A PyTorch model that replays operations defined in the graph.

All operations that were required to change inputs into outputs will be replayed in the same order, but on the real data provided as input to this model.

Example::

input1 = Input((10,))
input2 = Input((10,))
x = input1 + input2
x = nn.Linear(x.features, 1)(x)
model = SymbolicModel((input1, input2), x)

Parameters:

Name Type Description Default
inputs Tuple[SymbolicData, ...] | List[SymbolicData] | SymbolicData

A collection of SymbolicData that represent the input data used by the model. It is you who provide the specific data when the model is created. If you have mulitple inputs here, be prepared to pass multiple inputs during training/inference.

required
outputs Tuple[SymbolicData, ...] | List[SymbolicData] | SymbolicData

A collection of SymbolicTensors that will end the computations. These nodes return your final computation result. So if you have mulitple outputs, SymbolicModel will return a tuple of tensors.

required
enable_cuda_graphs

If True, after the model creation, model will be converted to CUDA Graph.
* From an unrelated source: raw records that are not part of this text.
/// What a channel's alarms start from and report to.
pub struct AlarmContext<'a> {
    /// Latches and acknowledgements the journal remembers, by alarm name.
    pub memory: &'a dyn Fn(&str) -> Option<AlarmMemory>,
    /// Stored baselines, by alarm name.
    pub baseline: &'a dyn Fn(&str) -> Option<Baseline>,
    /// Where events, captures and learned baselines go (None: nowhere).
    pub outbox: Option<Outbox>,
    /// Capture lengths (None: no captures).
    pub captures: Option<CaptureSetup>,
    /// Operator commands for this channel (acknowledge, re-learn).
    pub commands: Receiver<AlarmCommand>,
}

impl AlarmContext<'static> {
    /// Alarms that remember nothing and write nothing: health, limits and
    /// the published board only.
    pub fn in_memory(commands: Receiver<AlarmCommand>) -> AlarmContext<'static> {
        AlarmContext {
            memory: &nothing::<AlarmMemory>,
            baseline: &nothing::<Baseline>,
            outbox: None,
            captures: None,
            commands,
        }
    }
}

fn nothing<T>(_: &str) -> Option<T> {
    None
}

pub struct ChannelAlarms {
    channel: String,
    unit: &'static str,
    specs: Vec<ChannelAlarm>,
    machines: Vec<AlarmMachine>,
    learners: Vec<Option<Learner>>,
    /// Each alarm's baseline (stored or learned), to set its limits again
    /// when they change (a config reload).
    baselines: Vec<Option<Baseline>>,
    health: HealthDetector,
    history: Option<HistoryRing>,
    pre_samples: usize,
    post_samples: usize,
    /// Samples before the trip a capture must hold so that the averaged
    /// spectrum at the trip can be recomputed from it (see
    /// [`history_blocks`]); the history ring holds at least this many.
    average_span: usize,
    /// The channel's settings, stored with each capture.
    settings: Box<CaptureSettings>,
    /// Stream index of the first sample after the latest discontinuity,
    /// and of the sample after the newest one seen.
    run_start: Option<u64>,
    run_next: u64,
    builders: Vec<CaptureBuilder>,
    outbox: Option<Outbox>,
    commands: Receiver<AlarmCommand>,
    clock: Clock,
    since_ns: Vec<u64>,
    health_since_ns: u64,
    /// Set when something the board shows changed.
    dirty: bool,
    /// Transitions since the worker last took them: (alarm, from, to).
    transitions: Vec<(usize, AlarmState, AlarmState)>,
}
This requires CUDA capable device. CUDA Graphs are greatly speeding up the execution of some of the models. Not all models are compatible with CUDA Graphs. For example, if your model includes non-deterministic behaviour, it likely won't work.

False

Attributes:

Name Type Description
inputs tuple

Non-modifiable tuple of input nodes

outputs tuple

Non-modifiable tuple of output nodes

input_shape property

input_shape

Return shape of the input or in case of multiple inputs - a tuple of them.

output_shape property

output_shape

Return shape of the output or in case of multiple outputs - a tuple of them.

forward

forward(inputs: torch.Tensor) -> Any

This function is executed by call. Do not use this directly, use call instead.

Warning!

This function will be overwritten by _replace_forward_with_codegen if enable_forward_codegen is True. If this happened and you want to see your source, print self._generated_forward_source.

summary

summary()

Print Keras-like model summary.

__deepcopy__

__deepcopy__(memo)

This copies a working Module, but the underlying graph structure is not copied!